Posted: 9/24/04
Learn to control, channel anger into
positive outlets, therapist recommends
By George Henson
Staff Writer
DALLAS—Anger is not a sin; it’s an emotion that needs to be controlled and channeled into positive action, Mark Gomez, a therapist with Rapha Christian Counseling, told youth ministers during a workshop at Lakeside Baptist Church in Dallas.
The workshop was part of series sponsored by Dallas Baptist Association for youth ministers.
Time constraints, finances, children, car problems and a myriad of other problems constantly build pressure in lives—just like what happens when a soft drink can is shaken. The question, Gomez said, is whether the pressure going to be expelled in small, safe bursts or spew all over people nearby.
“You’re always going to have pressure,” Gomez asserted. “The question is ‘How are you going to channel it, release it, control it?’”
Gomez, a former pastor, said the Bible gives evidence that anger is a neutral emotion and can be channeled for either good or bad.
He pointed to Proverbs 17:27, which says a wise man is even-tempered.
“He is even-tempered, not non-tempered. It doesn’t say he doesn’t have anger. It says he controls it,” Gomez said.
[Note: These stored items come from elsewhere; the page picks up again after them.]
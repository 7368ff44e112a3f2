"""Cone clutch section: inner (male) cone with rim, web and hub; outer cup with wall, back web and hub.

Coordinates: the friction face runs from (r1, 0) to (r2, H), H = (r2 − r1)/tan α, so
the cone opens towards +z.  The inner cone is pushed along −z into the cup; the
cup's hub is held by the housing (axially on its back face, radially in its bore).
The bodies' end faces are normal to the axis; the lining's thickness is measured
normal to the friction face and its two ends follow ``lining.end_shape`` (see
:func:`_bond_ends`): normal to the axis (a parallelogram, the default and the
original section), normal to the face (a rectangle) or a 45° chamfer (a trapezoid).
The carrier's face runs exactly from one bond end to the other.
"""
from __future__ import annotations

import math

from ._sketch import Sketch
from .section import Body, FrictionInterface, GeometryError, Section, check_section

CONE_KEYS = ("cone.rim_thickness", "cone.web_thickness", "cone.bore_radius", "cone.hub_outer_radius",
             "cone.hub_length")
CUP_KEYS = ("cup.wall_thickness", "cup.face_overrun", "cup.web_thickness", "cup.bore_radius",
            "cup.hub_outer_radius", "cup.hub_length")


def _bond_ends(r1, r2, height, cos_a, sin_a, t, side, shape):
    """The two ends of the lining's bond line, (at r1's end, at r2's end).

    The friction face runs from (r1, 0) to (r2, height) along d = (sin α, cos α); the bond is the
    face moved by t along m = side·(cos α, −sin α), from the face into the lining (side = −1: the
    lining sits on the cone, +1: on the cup).  The lining is the four-corner region face, end, bond,
    end, so the mesher's structured quad (face and bond opposite, same node count) fits every shape.
    """
    if shape == "normal_to_axis":          # ends in the planes z = 0 and z = height: a parallelogram
        shift = side * (t / cos_a)          # the original expression, so the default is point for point today's
        return (r1 + shift, 0.0), (r2 + shift, height)
    mr, mz = side * t * cos_a, -side * t * sin_a
    # A 45° chamfer through the whole thickness keeps the region four-cornered (a partial chamfer
    # would add a fifth corner and break the structured quad).  The cut makes the friction face one
    # thickness shorter than the bond at each end; the friction face must stay r1 … r2 (it is the
    # face that touches the mate, node for node), so the bond runs on one thickness past each face
    # end instead (trapezoid) and the carrier's face grows with it.
    run = t if shape == "chamfer" else 0.0       # "normal_to_face": square ends, a rectangle
    return ((r1 + mr - run * sin_a, mz - run * cos_a), (r2 + mr + run * sin_a, height + mz + run * cos_a))


def cone_section(case) -> Section:
    itf, lin, cone, cup = case.interface, case.lining, case.cone, case.cup
    r1, r2 = itf.inner_radius, itf.outer_radius
    alpha = math.radians(itf.semi_cone_angle)
    cos_a, tan_a = math.cos(alpha), math.tan(alpha)
    height = (r2 - r1) / tan_a
    on_cone = lin.bonded_to == "cone"
    shift_cone = lin.thickness / cos_a if on_cone else 0.0      # radial offset of the steel face
    shift_cup = 0.0 if on_cone else lin.thickness / cos_a
    rim = cone.rim_thickness / cos_a
    wall = cup.wall_thickness / cos_a
    gap = cup.face_overrun
    shape = lin.end_shape
    bond_r1, bond_r2 = _bond_ends(r1, r2, height, cos_a, math.sin(alpha), lin.thickness, -1.0 if on_cone else 1.0,
                                  shape)
    rim_bottom = bond_r1[1] if on_cone else 0.0          # the cone's rim ends where its bond ends

    hub_bottom = height + cone.web_thickness - cone.hub_length
    rim_inner_at_hub = r1 - shift_cone - rim + max(hub_bottom, rim_bottom) * tan_a
    cup_face_at_web = r1 + shift_cup - gap * tan_a
    cup_outer_at_web = r1 + shift_cup + wall - (gap + cup.web_thickness) * tan_a
    problems = []
    if cone.hub_length <= cone.web_thickness:
        problems.append(f"cone.hub_length = {cone.hub_length:g}: the hub must be longer than the web; "
                        f"allowed: value > cone.web_thickness = {cone.web_thickness:g} mm")
    if hub_bottom <= -gap:
        limit = height + cone.web_thickness + gap
        problems.append(f"cone.hub_length = {cone.hub_length:g}: the inner cone hub would hit the cup's web; "
                        f"allowed: value < {limit:.4g} mm")
    if cone.hub_outer_radius >= rim_inner_at_hub:
        problems.append(f"cone.hub_outer_radius = {cone.hub_outer_radius:g}: the hub must stay inside the "
                        f"rim; allowed: cone.bore_radius < value < {rim_inner_at_hub:.4g} mm")
    if cup.hub_length <= cup.web_thickness:
        problems.append(f"cup.hub_length = {cup.hub_length:g}: the hub must be longer than the web; "
                        f"allowed: value > cup.web_thickness = {cup.web_thickness:g} mm")
    limit = min(cup_face_at_web, cup_outer_at_web)
    if cup.hub_outer_radius >= limit:
        problems.append(f"cup.hub_outer_radius = {cup.hub_outer_radius:g}: the hub must stay inside the "
                        f"cup wall at its web; allowed: cup.bore_radius < value < {limit:.4g} mm")
    if bond_r1[1] <= -gap:
        problems.append(f"lining.end_shape = {shape!r}: the lining's bond would reach {-bond_r1[1]:.3g} mm "
                        f"axially past the narrow end of the face, into the cup's back web (cup.face_overrun = "
                        f"{gap:g} mm); allowed: cup.face_overrun > {-bond_r1[1]:.4g} mm, or "
                        f"lining.end_shape = 'normal_to_axis'")
    if on_cone and bond_r2[1] >= height + cone.web_thickness:
        rise = bond_r2[1] - height
        problems.append(f"lining.end_shape = {shape!r}: the lining's bond would reach {rise:.3g} mm axially past "
                        f"the wide end of the face, through the inner cone's web (cone.web_thickness = "
                        f"{cone.web_thickness:g} mm); allowed: cone.web_thickness > {rise:.4g} mm, or "
                        f"lining.end_shape = 'normal_to_axis'")
    if problems:
        raise GeometryError(problems)

    sk = Sketch()
    steel_cone = (cone.youngs_modulus, cone.poissons_ratio)
    steel_cup = (cup.youngs_modulus, cup.poissons_ratio)
    lining = (lin.youngs_modulus, lin.poissons_ratio)
    layers = case.mesh.lining_layers
    face_a, face_b = "s1_cone_face", "s1_cup_face"

    # inner cone: rim face (bond or friction face), web back face (load), bore, hub
    top = height + cone.web_thickness
    steel_r1, steel_r2 = (bond_r1, bond_r2) if on_cone else ((r1, 0.0), (r2, height))
    back_face = [(steel_r2[0], top)]
    ring = case.load.ring_radius if case.load.application == "ring" else None
    if ring is not None:
        back_face.append((ring, top))
    corners = [steel_r1, steel_r2, *back_face, (cone.bore_radius, top),
               (cone.bore_radius, hub_bottom), (cone.hub_outer_radius, hub_bottom),
               (cone.hub_outer_radius, height), (r2 - shift_cone - rim, height), (steel_r1[0] - rim, rim_bottom)]
    names = [None if on_cone else face_a, None, *["cone_back_face"] * len(back_face), "cone_bore",
             None, None, None, None, None]
    sk.region("cone", "cone", steel_cone, corners, names, keys=CONE_KEYS)
    if on_cone:
        sk.region("cone_lining", "cone", lining,
                  [(r1, 0.0), (r2, height), bond_r2, bond_r1],
                  [face_a, None, None, None], lining_layers=layers, keys=("lining.thickness",))

    # cup: face (bond or friction face) runs on past r1 by the overrun, then web, hub and outer wall
    base = -gap - cup.hub_length
    cup_r1, cup_r2 = (bond_r1, bond_r2) if not on_cone else ((r1, 0.0), (r2, height))
    corners = [cup_r2, cup_r1, (cup_face_at_web, -gap),
               (cup.bore_radius, -gap), (cup.bore_radius, base), (cup.hub_outer_radius, base),
               (cup.hub_outer_radius, -gap - cup.web_thickness), (cup_outer_at_web, -gap - cup.web_thickness),
               (cup_r2[0] + wall, cup_r2[1])]
    names = [face_b if on_cone else None, None, None, "cup_bore", "cup_hub_back", None, None, None, None]
    sk.region("cup", "cup", steel_cup, corners, names, keys=CUP_KEYS)
    if not on_cone:
        sk.region("cup_lining", "cup", lining,
                  [(r2, height), (r1, 0.0), bond_r1, bond_r2],
                  [face_b, None, None, None], lining_layers=layers, keys=("lining.thickness",))

    mismatch = math.radians(case.misalignment.cone_angle_mismatch)
    slant = (r2 - r1) / math.sin(alpha)
    opening = slant * math.sin(abs(mismatch))
    interface = FrictionInterface(
        name="s1", face_a=face_a, face_b=face_b, body_a="cone", body_b="cup",
        normal_a=(cos_a, -math.sin(alpha)), lining_body="cone" if on_cone else "cup",
        start=(r1, 0.0), end=(r2, height),
        gap_start=opening if mismatch < 0 else 0.0, gap_end=opening if mismatch > 0 else 0.0)
    refine = [sk.point(b, r, z) for b in ("cone", "cup") for r, z in ((r1, 0.0), (r2, height))]
    lining_body = "cone" if on_cone else "cup"
    refine += [sk.point(lining_body, r, z) for r, z in (bond_r1, bond_r2)]
    section = Section(
        kind="cone", points=sk.points, regions=sk.regions,
        bodies=[Body("cone", "pressed", "inner cone"), Body("cup", "supported", "outer cup")],
        interfaces=[interface], load_face="cone_back_face", axial_force=case.load.axial_force,
        ring_radius=ring, support_axial_face="cup_hub_back", support_radial_face="cup_bore",
        semi_cone_angle=itf.semi_cone_angle, refine_points=refine, lining_end_shape=shape)
    check_section(section)
    return section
“Anger is natural and spiritual. It is a part of human nature, but it also is a part of God’s nature.”
He explained that being created in the image of God makes humans moral creatures with a concern for right and wrong.
But anger is an emotion that must be kept under control, he cautioned.
“Anger is power; it’s like dynamite,” he said.
He also compared it to a river. “Like a roaring river, it can wipe out a village ,or it can be channeled to produce electrical power for that village.”
The first step in channeling anger is to know what precedes it.
“Pay attention to your body and how it is that your body does anger. Pay attention to your kids in your youth group and what they do when they are feeling the pressure build, but also pay attention to yourself,” he counseled the youth ministers.
It is important to deal with anger before it becomes the controlling factor, Gomez said.
“If I’m going to work with someone on their anger, the last place I’m going to start is the feelings. Thoughts are the key,” he said. “Anger as an emotion is something you can’t control directly.”
Gomez used a volcano as another illustration of anger. Behaviors are the rock and lava that spews from the top, but other forces beneath the surface are the real cause.
“Anger is not a primary emotion. It is secondary. It has to have another core emotion to get anger going,” he said. “You never vomit from the neck up. It has to have a deeper source. Anger is the same way. Something deeper is needed to push it up.”
Some of the core emotions that fuel anger are frustration, fear, hate, depression, grief, guilt and shame.
“While anger sometimes seems like it comes out of nowhere, if you do an ‘anger autopsy,’ you’ll see the patterns involved,” he said.
Anger often begins in a gap between expectations and reality. “The gap between our expectations and reality are where emotions are born,” Gomez said. “The farther our expectations are from reality the more volatile the emotion.”
Part of changing expectations is changing thoughts and words. Words like “must,” “never” and “always” provide for unrealistic expectations. “These are words that demonstrate no flexibility or room for compromise in the way a need can be met,” Gomez said.
Gomez turned to Romans 12:2 to illustrate his point. “We are not renewed by the changing of our emotions, but our minds, our thoughts,” he said. “The bottom line is I need to change my expectations.”
One youth ministers at the workshop said he could he see how he needed to change some of his thinking to curb his own anger.
“I have to watch having anger toward certain students in my youth group. I’m beginning to see that maybe I have some unrealistic expectations for them—that I don’t need to look at them and think, ‘You should be better than this by now,’” he said.
Gomez told the youth ministers they can help change the way teens react to frustrations. “Teens are still moldable. The concrete hasn’t set yet,” he said.
He put on a tool belt that held nothing but different sizes and types of hammers to illustrate.
“Some of us don’t have enough different tools in our emotional tool belt—not enough coping skills,” he said. “Some kids, all they have in their tool belts are hammers for whacking. It may not be physical. It may be verbal, but that can do just as much damage.”
The test for whether anger is healthy is whether it restores relationships or destroys them,” he said.
“An angry God aims to restore, bringing people together, to ultimately give them peace. Satan’s anger aims to destroy, divide and bring fear,” he said.
Core emotions that may bring on a healthy anger are a hatred of evil, zealousness for righteousness and disappointment.
Gomez used Jesus’ cleansing of the temple to illustrate.
“Jesus expected the temple to be a place of worship, and it was turned into a mall where common people were being used and abused to the point where the last thing on their minds was worship. And worship was supposed to be the only purpose for the temple,” he said.
“God has the same zeal for cleansing the lives of young people and restoring them, just as he did that temple 2,000 years ago,” Gomez added.